### TASK DATA
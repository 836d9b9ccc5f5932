import "server-only";
// The imports list of the Archive page: who, when, original names, state, reason, the run; within the caller's scope.
import { QueryTypes } from "sequelize";
import type { Identity } from "@/lib/auth/identity";
import { visibleGroupIds } from "@/lib/auth/visible-groups";
import { AppError } from "@/lib/errors";
import { db } from "@/models";

/** One row of the imports list. */
export type ImportRow = {
  id: string; createdAt: string; source: string; state: string; rejectReason: string | null; bundleHash: string;
  originalNames: string[]; uploadedBy: { id: string; name: string } | null;
  run: { id: string; ensembleId: string; ensembleName: string; groupId: string } | null;
};

/** Filters of the list: source, state, and paging. */
export type ImportQuery = { source?: string; state?: string; page?: number; pageSize?: number };

/** Parse ?source=&state=&page=&pageSize=, refusing unknown values by name. */
export function importQueryFrom(p: URLSearchParams): ImportQuery {
  const issues: { path: string; message: string }[] = [];
  const one = (name: string, allowed: string[]) => {
    const v = p.get(name) || undefined;
    if (v && !allowed.includes(v)) issues.push({ path: `?${name}`, message: `must be one of ${allowed.join(", ")}` });
    return v;
  };
  const int = (name: string, max: number) => {
    const raw = p.get(name);
    if (!raw) return undefined;
    const n = Number(raw);
    if (!Number.isInteger(n) || n < 1 || n > max) { issues.push({ path: `?${name}`, message: `must be an integer from 1 to ${max}` }); return undefined; }
    return n;
  };
  const q = { source: one("source", ["cluster", "upload"]), state: one("state", ["accepted", "rejected"]), page: int("page", 1_000_000), pageSize: int("pageSize", 200) };
  if (issues.length) throw new AppError("invalid", `query is invalid: ${issues.map((i) => `${i.path} ${i.message}`).join("; ")}`, { issues });
  return q;
}

/**
 * Imports `who` may see, newest first: those of runs in their groups, and their own uploads
 * (a refused upload has no run, so only its uploader — and coordinators and admins — see it).
 */
export async function listImports(who: Identity, q: ImportQuery = {}): Promise<{ data: ImportRow[]; total: number; page: number; pageSize: number }> {
  const page = q.page ?? 1;
  const pageSize = q.pageSize ?? 50;
  const bind: unknown[] = [];
  const where: string[] = [];
  const add = (sql: string, v: unknown) => { bind.push(v); where.push(sql.replaceAll("?", `$${bind.length}`)); };
  const groups = visibleGroupIds(who);
  if (groups !== null) {
    bind.push(groups, who.userId);
    where.push(`(e.group_id = ANY($${bind.length - 1}::uuid[]) OR i.uploaded_by_id = $${bind.length}::uuid)`);
  }
  if (q.source) add("i.source = ?", q.source);
  if (q.state) add("i.state = ?", q.state);
  const filter = where.length ? `WHERE ${where.join(" AND ")}` : "";
  const from = `FROM imports i LEFT JOIN runs r ON r.id = i.run_id LEFT JOIN ensembles e ON e.id = r.ensemble_id LEFT JOIN users u ON u.id = i.uploaded_by_id`;
  const { sequelize } = db();
  const [{ total }] = await sequelize.query<{ total: number }>(`SELECT count(*)::int AS total ${from} ${filter}`, { bind, type: QueryTypes.SELECT });
  const rows = await sequelize.query<Record<string, any>>( // eslint-disable-line @typescript-eslint/no-explicit-any
    `SELECT i.id, i.created_at, i.source, i.state, i.reject_reason, i.bundle_hash, i.original_names, i.uploaded_by_id, u.name AS uploader_name,
            r.id AS run_id, e.id AS ensemble_id, e.name AS ensemble_name, e.group_id
     ${from} ${filter} ORDER BY i.created_at DESC, i.id DESC LIMIT ${pageSize} OFFSET ${(page - 1) * pageSize}`,
    { bind, type: QueryTypes.SELECT },
  );
  return {
    total, page, pageSize,
    data: rows.map((r) => ({
      id: r.id, createdAt: new Date(r.created_at).toISOString(), source: r.source, state: r.state, rejectReason: r.reject_reason,
      bundleHash: r.bundle_hash, originalNames: r.original_names ?? [],
      uploadedBy: r.uploaded_by_id ? { id: r.uploaded_by_id, name: r.uploader_name ?? "(removed)" } : null,
      run: r.run_id ? { id: r.run_id, ensembleId: r.ensemble_id, ensembleName: r.ensemble_name, groupId: r.group_id } : null,
    })),
  };
}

### GOAL OF THE EXERCISE
Copy the whole listing, word for word.

### COMPLETED EXERCISE
repository 836d9b9ccc5f5932
import "server-only";
// The imports list of the Archive page: who, when, original names, state, reason, the run; within the caller's scope.
import { QueryTypes } from "sequelize";
import type { Identity } from "@/lib/auth/identity";
import { visibleGroupIds } from "@/lib/auth/visible-groups";
import { AppError } from "@/lib/errors";
import { db } from "@/models";

/** One row of the imports list. */
export type ImportRow = {
  id: string; createdAt: string; source: string; state: string; rejectReason: string | null; bundleHash: string;
  originalNames: string[]; uploadedBy: { id: string; name: string } | null;
  run: { id: string; ensembleId: string; ensembleName: string; groupId: string } | null;
};

/** Filters of the list: source, state, and paging. */
export type ImportQuery = { source?: string; state?: string; page?: number; pageSize?: number };

/** Parse ?source=&state=&page=&pageSize=, refusing unknown values by name. */
export function importQueryFrom(p: URLSearchParams): ImportQuery {
  const issues: { path: string; message: string }[] = [];
  const one = (name: string, allowed: string[]) => {
    const v = p.get(name) || undefined;
    if (v && !allowed.includes(v)) issues.push({ path: `?${name}`, message: `must be one of ${allowed.join(", ")}` });
    return v;
  };
  const int = (name: string, max: number) => {
    const raw = p.get(name);
    if (!raw) return undefined;
    const n = Number(raw);
    if (!Number.isInteger(n) || n < 1 || n > max) { issues.push({ path: `?${name}`, message: `must be an integer from 1 to ${max}` }); return undefined; }
    return n;
  };
  const q = { source: one("source", ["cluster", "upload"]), state: one("state", ["accepted", "rejected"]), page: int("page", 1_000_000), pageSize: int("pageSize", 200) };
  if (issues.length) throw new AppError("invalid", `query is invalid: ${issues.map((i) => `${i.path} ${i.message}`).join("; ")}`, { issues });
  return q;
}

/**
 * Imports `who` may see, newest first: those of runs in their groups, and their own uploads
 * (a refused upload has no run, so only its uploader — and coordinators and admins — see it).
 */
export async function listImports(who: Identity, q: ImportQuery = {}): Promise<{ data: ImportRow[]; total: number; page: number; pageSize: number }> {
  const page = q.page ?? 1;
  const pageSize = q.pageSize ?? 50;
  const bind: unknown[] = [];
  const where: string[] = [];
  const add = (sql: string, v: unknown) => { bind.push(v); where.push(sql.replaceAll("?", `$${bind.length}`)); };
  const groups = visibleGroupIds(who);
  if (groups !== null) {
    bind.push(groups, who.userId);
    where.push(`(e.group_id = ANY($${bind.length - 1}::uuid[]) OR i.uploaded_by_id = $${bind.length}::uuid)`);
  }
  if (q.source) add("i.source = ?", q.source);
  if (q.state) add("i.state = ?", q.state);
  const filter = where.length ? `WHERE ${where.join(" AND ")}` : "";
  const from = `FROM imports i LEFT JOIN runs r ON r.id = i.run_id LEFT JOIN ensembles e ON e.id = r.ensemble_id LEFT JOIN users u ON u.id = i.uploaded_by_id`;
  const { sequelize } = db();
  const [{ total }] = await sequelize.query<{ total: number }>(`SELECT count(*)::int AS total ${from} ${filter}`, { bind, type: QueryTypes.SELECT });
  const rows = await sequelize.query<Record<string, any>>( // eslint-disable-line @typescript-eslint/no-explicit-any
    `SELECT i.id, i.created_at, i.source, i.state, i.reject_reason, i.bundle_hash, i.original_names, i.uploaded_by_id, u.name AS uploader_name,
            r.id AS run_id, e.id AS ensemble_id, e.name AS ensemble_name, e.group_id
     ${from} ${filter} ORDER BY i.created_at DESC, i.id DESC LIMIT ${pageSize} OFFSET ${(page - 1) * pageSize}`,
    { bind, type: QueryTypes.SELECT },
  );
  return {
    total, page, pageSize,
    data: rows.map((r) => ({
      id: r.id, createdAt: new Date(r.created_at).toISOString(), source: r.source, state: r.state, rejectReason: r.reject_reason,
      bundleHash: r.bundle_hash, originalNames: r.original_names ?? [],
      uploadedBy: r.uploaded_by_id ? { id: r.uploaded_by_id, name: r.uploader_name ?? "(removed)" } : null,
      run: r.run_id ? { id: r.run_id, ensembleId: r.ensemble_id, ensembleName: r.ensemble_name, groupId: r.group_id } : null,
    })),
  };
}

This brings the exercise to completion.